Growth Focus: WEBSTER LIMITED (WBA)
Our primary focus here is capital gain, we will select our stocks from the ASX top 500 All Ordinaries Index.
Australia’s 4th oldest company, Webster Ltd (WBA) is also Australia’s largest onion and walnut grower and exporter. Originally founded in Tasmania they are now based in NSW with agricultural and horticultural investments spreading across QLA, NSW and Tasmania. This is an exciting agribusiness company with high barriers to entry, good water supply and a favourable production profile - finding value at these levels was an easy nut to crack.
While they currently pay a small (but increasing) dividend the real reason to Buy Webster is capital growth and with strong sales, increasing margins and profitability being predicted to continue strongly, this company offers value like low-hanging fruit. Their investments in water supply de-risk the walnut orchards, which are their most lucrative production line, while also offering favourable opportunities to benefit from surplus. With water supply becoming progressively more important, the old line of ‘following the money flow’ is becoming more synonymous with just ‘following the water flow’ – and they have excellent liquidity there.
The price history is typical for a successful growth stock that topples over under the weight of their own success. With a rally that began late in 2011 around 30c, they rose up almost 700% to hit a peak of $2.00 by mid-2015, at which point they entered into a secular consolidation that brutalised them over 12 months to see them hit a low of around $1.10. Since then we have seen them grinding sideways and higher as they work through resistance layers, culminating with a break through their major resistance cluster priced between $1.20 and $1.25 just two weeks ago and we expect them to branch out further from here.

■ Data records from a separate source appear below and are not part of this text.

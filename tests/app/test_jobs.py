"""Jobs on a real server: shared, cancelled, killed, restarted, and fair."""

import json
import os
import signal
import threading
import time
from concurrent.futures import ThreadPoolExecutor
from typing import Any

import httpx
import pytest

from tests.running import RunningServer, ServerFactory

LONG = {"spins": 40, "points": 2001, "to": 1.5}
LONG_QUERY = "spins=40&points=2001&to=1.5"


def start(server: RunningServer, sheet: dict[str, Any]) -> dict[str, Any]:
    answer = server.client.post("/api/jobs", json=sheet)
    assert answer.status_code in {200, 202}, answer.text[:500]
    facts: dict[str, Any] = answer.json()
    return facts


def facts_of(server: RunningServer, job: str) -> dict[str, Any]:
    facts: dict[str, Any] = server.client.get(f"/api/jobs/{job}").json()
    return facts


def finish(server: RunningServer, job: str) -> dict[str, Any]:
    server.wait_until(lambda: facts_of(server, job)["state"] not in {"queued", "running"}, 240.0)
    answer = server.client.get(f"/api/jobs/{job}/result")
    assert answer.status_code == 200, answer.text[:500]
    result: dict[str, Any] = answer.json()
    return result


def numbers(result: dict[str, Any]) -> dict[str, Any]:
    """Return what must not depend on how often the work was interrupted."""
    return {key: value for key, value in result.items() if key not in {"provenance", "sheet", "link"}}


def events(server: RunningServer, job: str) -> list[tuple[str, dict[str, Any]]]:
    found = []
    with server.client.stream("GET", f"/api/jobs/{job}/events") as stream:
        assert stream.headers["content-type"].startswith("text/event-stream")
        assert stream.headers["x-accel-buffering"] == "no"
        name = ""
        for line in stream.iter_lines():
            if line.startswith("event: "):
                name = line.removeprefix("event: ")
            elif line.startswith("data: "):
                found.append((name, json.loads(line.removeprefix("data: "))))
    return found


def test_fifty_requests_are_one_computation(server: RunningServer) -> None:
    before = server.counts()
    query = "/api/sweep?spins=60&points=61&to=1.25"
    limits = httpx.Limits(max_connections=60)
    with (
        httpx.Client(base_url=server.address, timeout=120.0, limits=limits, trust_env=False) as client,
        ThreadPoolExecutor(50) as threads,
    ):
        answers = list(threads.map(lambda _: client.get(query), range(50)))
    assert {answer.status_code for answer in answers} == {200}
    assert len({answer.content for answer in answers}) == 1
    after = server.counts()
    assert after["jobs_started"] - before["jobs_started"] == 1
    assert after["points_computed"] - before["points_computed"] == 61
    assert len(answers[0].json()["series"]["energy"]) == 61


def test_opening_pages_computes_nothing(server: RunningServer) -> None:
    before = server.counts()
    for address in ("/", "/sweep", "/sweep?spins=33&points=50", "/api/sweep.py?spins=33", "/api/limits"):
        assert server.client.get(address, headers={"accept": "text/html"}).status_code == 200
    assert server.client.post("/api/link", json={"spins": "33"}).status_code == 200
    after = server.counts()
    assert (after["jobs_started"], after["points_computed"]) == (
        before["jobs_started"],
        before["points_computed"],
    )


def test_a_form_is_addressed_and_computed_at_once(server: RunningServer) -> None:
    answer = server.client.post("/api/jobs?first=5", json={"form": {"spins": "7", "points": "11"}}).json()
    address = server.client.post("/api/link", json={"spins": "7", "points": "11"}).json()
    assert answer["address"] == address
    assert address["id"] == answer["id"]
    assert answer["picture"]["figure"]["data"]
    assert finish(server, answer["id"])["link"] == address["link"]


def test_a_form_gives_up_what_was_shown_before(server: RunningServer) -> None:
    old = start(server, LONG | {"spins": 41})
    held = {"id": old["id"], "lease": old["lease"]}
    asked = {"form": {"spins": "41", "points": "2001", "to": "1.5", "title": "the same"}, "instead": held}
    again = server.client.post("/api/jobs", json=asked).json()
    assert again["id"] == old["id"]
    # the same computation under another title goes on: the new lease was there before the old one went
    assert facts_of(server, old["id"])["state"] in {"queued", "running"}
    held = {"id": again["id"], "lease": again["lease"]}
    other = server.client.post("/api/jobs", json={"form": {"spins": "6"}, "instead": held}).json()
    assert facts_of(server, old["id"])["state"] == "cancelled"
    # a lease that is no more, and a form that says nothing of one, give up nothing
    for more in ({"instead": held}, {"instead": {"id": "none"}}, {"instead": "x"}, {}):
        answer = server.client.post("/api/jobs", json={"form": {"spins": "6"}, **more})
        assert answer.json()["id"] == other["id"]


@pytest.mark.parametrize("form", [None, "spins=3", ["spins"], {"spins": "0"}, {"spins": 4, "nothing": 1}])
def test_a_bad_form_starts_nothing_and_leaves_nothing(server: RunningServer, form: Any) -> None:
    old = start(server, LONG | {"spins": 42})
    before = server.counts()["jobs_started"]
    held = {"id": old["id"], "lease": old["lease"]}
    answer = server.client.post("/api/jobs", json={"form": form, "instead": held})
    assert answer.status_code == 422
    assert answer.json()["error"]["field"] in {"form", "spins", "nothing"}
    assert server.counts()["jobs_started"] == before
    assert facts_of(server, old["id"])["state"] in {"queued", "running"}
    server.client.delete(f"/api/jobs/{old['id']}?for=everyone")


def test_progress_comes_as_events(server: RunningServer) -> None:
    job = start(server, {"spins": 30, "points": 200, "to": 1.0})
    seen = events(server, job["id"])
    names = [name for name, _ in seen]
    assert names[0] == "snapshot"
    assert names[-1] == "end"
    assert set(names[1:-1]) <= {"progress", "heartbeat"}
    done = [facts["done"] for _, facts in seen if "done" in facts]
    assert done == sorted(done)
    assert seen[-1][1]["state"] == "done"
    assert seen[-1][1]["done"] == seen[-1][1]["total"] == 200
    # a finished job answers with its end at once
    assert [name for name, _ in events(server, job["id"])] == ["snapshot", "end"]


def test_partial_results_have_gaps_not_guesses(start_server: ServerFactory) -> None:
    server = start_server("--workers", "1")
    job = start(server, LONG)
    server.wait_until(lambda: facts_of(server, job["id"])["done"] > 0)
    assert server.client.get(f"/api/jobs/{job['id']}/result").status_code == 202
    result = server.client.get(f"/api/jobs/{job['id']}/result?partial=1").json()
    assert result["complete"] is False
    gaps = [energy is None for energy in result["series"]["energy"]]
    assert any(gaps)
    assert not all(gaps)
    assert gaps == [value is None for value in result["limit"]["energy_per_spin"]]
    answer = server.client.get(f"/api/sweep?{LONG_QUERY}&wait=0")
    assert answer.status_code == 202
    assert answer.json()["job"] == f"api/jobs/{job['id']}"
    picture = server.client.get(f"/api/jobs/{job['id']}/picture?{LONG_QUERY}&title=x")
    assert picture.status_code == 200
    assert picture.json()["complete"] is False
    other = server.client.get(f"/api/jobs/{job['id']}/picture?spins=15")
    assert other.status_code == 409


@pytest.mark.parametrize("how", ["lease", "everyone"])
def test_cancelling_stops_the_workers_within_a_second(start_server: ServerFactory, how: str) -> None:
    server = start_server("--workers", "2")
    job = start(server, LONG)
    server.wait_until(lambda: server.counts()["workers_busy"] == 2)
    second = start(server, LONG)
    assert second["id"] == job["id"]
    if how == "lease":
        server.client.delete(f"/api/jobs/{job['id']}?lease={job['lease']}")
        assert facts_of(server, job["id"])["state"] in {"queued", "running"}, "another viewer still holds it"
        server.client.delete(f"/api/jobs/{job['id']}?lease={second['lease']}")
    else:
        server.client.delete(f"/api/jobs/{job['id']}?for=everyone")
    asked = time.monotonic()
    server.wait_until(lambda: server.counts()["workers_busy"] == 0, 5.0)
    assert time.monotonic() - asked < 1.0
    assert facts_of(server, job["id"])["state"] == "cancelled"
    assert server.counts()["workers_lost"] == 0
    assert server.client.get(f"/api/jobs/{job['id']}/result").status_code == 409
    # and the workers are there for the next one
    assert server.client.get("/api/sweep?spins=3&points=5").status_code == 200


def test_a_point_that_takes_long_is_cut_off(start_server: ServerFactory) -> None:
    server = start_server("--workers", "2")
    job = start(server, LONG)
    server.wait_until(lambda: server.counts()["workers_busy"] == 2)
    before = server.worker_pids()
    for pid in before:
        os.kill(pid, signal.SIGSTOP)  # as deaf as in the middle of a long point
    server.client.delete(f"/api/jobs/{job['id']}?for=everyone")
    asked = time.monotonic()
    server.wait_until(lambda: server.counts()["workers_busy"] == 0, 5.0)
    assert time.monotonic() - asked < 1.0
    server.wait_until(lambda: len(server.worker_pids()) == 2 and not set(before) & set(server.worker_pids()))
    assert server.counts()["workers_lost"] == 0
    assert server.client.get("/api/sweep?spins=3&points=5").status_code == 200
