import { regionAreaMm2 } from "../geometry/area.ts";
import type { Kernel } from "../geometry/kernel.ts";
import type { Path, Region } from "../geometry/path.ts";
import { smallestBox } from "../geometry/smallest-box.ts";
import { isShorter } from "../geometry/tolerance.ts";
import type { Named } from "./join-outlines.ts";
import { partsOfOutline } from "./parts-of-outline.ts";
import { type Outline, type Shaped, shapedAboutMiddle } from "./shaped.ts";

/** A bit is loose when it covers less, or is slimmer over the shorter side of its smallest box; 0 asks for nothing. */
export type LooseBelow = { readonly areaMm2: number; readonly widthMm: number };

export type LooseBit = {
  readonly id: string;
  readonly region: Region;
  readonly areaMm2: number;
  readonly lengthMm: number;
  readonly widthMm: number;
};

/** A piece with loose bits: what is left of it without them, null when it is nothing but such bits. */
export type WithoutBits = { readonly id: string; readonly left: Shaped | null; readonly bits: readonly LooseBit[] };

/** Finds the loose bits of outlines; only outlines that have some are given. Their own curves stay as they are. */
export function looseBits(outlines: readonly Named<Outline>[], below: LooseBelow, kernel: Kernel): WithoutBits[] {
  return outlines.flatMap((outline) => {
    const { placement, parts } = partsOfOutline(outline, kernel);
    const bits: LooseBit[] = [];
    const stays: Path[] = [];
    for (const { path, region } of parts) {
      const bit = measured(outline.id, region);
      if (bit.areaMm2 < below.areaMm2 || isShorter(bit.widthMm, below.widthMm)) bits.push(bit);
      else stays.push(path);
    }
    if (bits.length === 0) return [];
    const left = stays.length === 0 ? null : shapedAboutMiddle({ path: stays.flat(), placement });
    return [{ id: outline.id, left, bits }];
  });
}

function measured(id: string, region: Region): LooseBit {
  const box = smallestBox(region);
  return {
    id,
    region,
    areaMm2: regionAreaMm2(region),
    lengthMm: box?.length ?? 0,
    widthMm: box?.width ?? 0,
  };
}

Fairly typically, the resistance break saw them pop to the upside and while we should expect a dip to retest those old levels for support in the short-term there is enough here to get us invested. They are showing good and positive signalling with excellent momentum building up nicely in the longer-term frames while they do show a bit of weakness in the very short-term which leaves us expecting a retest before too long. A bounce off the support-cluster at $1.20 - $1.25 should represent a very good buying opportunity waiting to be unearthed.
If this nascent long-term uptrend unwinds according to potential we should expect a bump at old structural resistance targets around $1.40, $1.60 and $2.00 should it go that far. The good news with these resistance targets is that they tend to attract price trends – even if they sometimes caused them to falter – and accordingly could represent profit points. This will of course be dependent on price action at the time and whether the resultant uptrend is fully ripened and ready to harvest.